China is the largest automobile market in the world, and the country has a thriving group of domestic manufacturers to meet demand, notes Paul Goodwin, international investing expert and editor of Cabot Emerging Market's Investor.

NIO (NIO), a Chinese designer and manufacturer of electric cars, including self-driving cars, calls itself a “next-generation car company.” It first developed an electric supercar, the EP9, which has set speed records for fastest lap times (without a driver) at U.S. and European tracks. But it’s not a street-legal ride and production is extremely limited.

In 2017, with the EP9 leading the publicity charge, NIO started selling its first production car, the NIO ES8, a seven-seater electric SUV with an onboard pilot system, an autonomous driving assistance system and what it calls “the first in-car intelligent AI system.” It has a base price of about $64,500.

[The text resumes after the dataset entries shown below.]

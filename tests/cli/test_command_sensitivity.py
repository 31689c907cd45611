from __future__ import annotations

import csv
import json
from pathlib import Path

import pytest
import xarray as xr
from command_line import Cli
from corners import HARDPOINTS, SAMPLES

FRONT = HARDPOINTS / "marten_front.toml"
ONE = ("--figure", "bump_steer travel 25")


@pytest.mark.parametrize("sample", SAMPLES, ids=lambda p: p.stem)
def test_every_sample_ranks_its_points(cli: Cli, sample: Path) -> None:
    result = cli("sensitivity", sample, "--top", "3")
    assert result.code == 0
    for words in ("bump steer at wheel travel", "deg per mm", "change at", "verify on the vehicle"):
        assert words in result.out


def test_files_and_picture(cli: Cli, tmp_path: Path) -> None:
    result = cli("sensitivity", FRONT, *ONE, "--plot", tmp_path / "s.svg", "--out", tmp_path / "s.csv")
    assert result.code == 0
    rows = list(csv.reader((tmp_path / "s.csv").read_text().splitlines()))
    assert rows[0][:5] == ["figure", "unit", "present", "coordinate", "slope_per_mm"]
    assert len(rows) == 1 + 27
    assert "<svg" in (tmp_path / "s.svg").read_text()
    assert cli("sensitivity", FRONT, *ONE, "--out", tmp_path / "s.nc").code == 0
    with xr.open_dataset(tmp_path / "s.nc", engine="scipy") as data:
        assert data["slope"].shape == (1, 27)


def test_json_and_as_built(cli: Cli) -> None:
    found = json.loads(cli("sensitivity", FRONT, *ONE, "--as-built", "--json").out)
    assert found["as_built"] is True
    assert found["figures"][0]["ranked"][0] in ("tie_rod_inner.z", "tie_rod_outer.z")


@pytest.mark.parametrize(
    ("arguments", "words"),
    [
        (["--figure", "bump_steer over -5:5"], "several places"),
        (["--figure", "bumpsteer"], "did you mean"),
        (["--range", "0"], "above 0"),
        (["--top", "0"], "--top 0"),
        (["--as-built", "--figure", "roll_centre_z"], "no figure of one wheel"),
        (["--plot", "x.tiff"], "is unknown"),
    ],
)
def test_refusals_are_one_sentence(cli: Cli, arguments: list[str], words: str) -> None:
    result = cli("sensitivity", FRONT, *arguments)
    assert result.code == 2
    assert words in result.complaint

NIO released its third-quarter results on November 6, and revenue results were strong, but hard to read, since it was just the company’s second quarter with any revenue at all. The company reported $6.9 million in sales in Q2, so Q3’s $214 million represented more than a 3,000% increase.

Moreover, the Q4 outlook was solid, with management expecting ES8 deliveries to total nearly 7,000 (up 110% or so from last year) and total revenues to also roughly double, at least in local currency terms. As NIO Inc.’s factory ramps up its capacity, its backlog of reservations for ES8’s stands at 15,800. It’s a good sign.

chart

Despite a new buy signal from the Cabot Emerging Markets Timer, we still think it’s a bit too early to jump in on NIO. It is a recent IPO, with only scant sponsorship. The potential market for the company’s cars is enormous and their one product is attractive. For now, we rate the stock a "watch".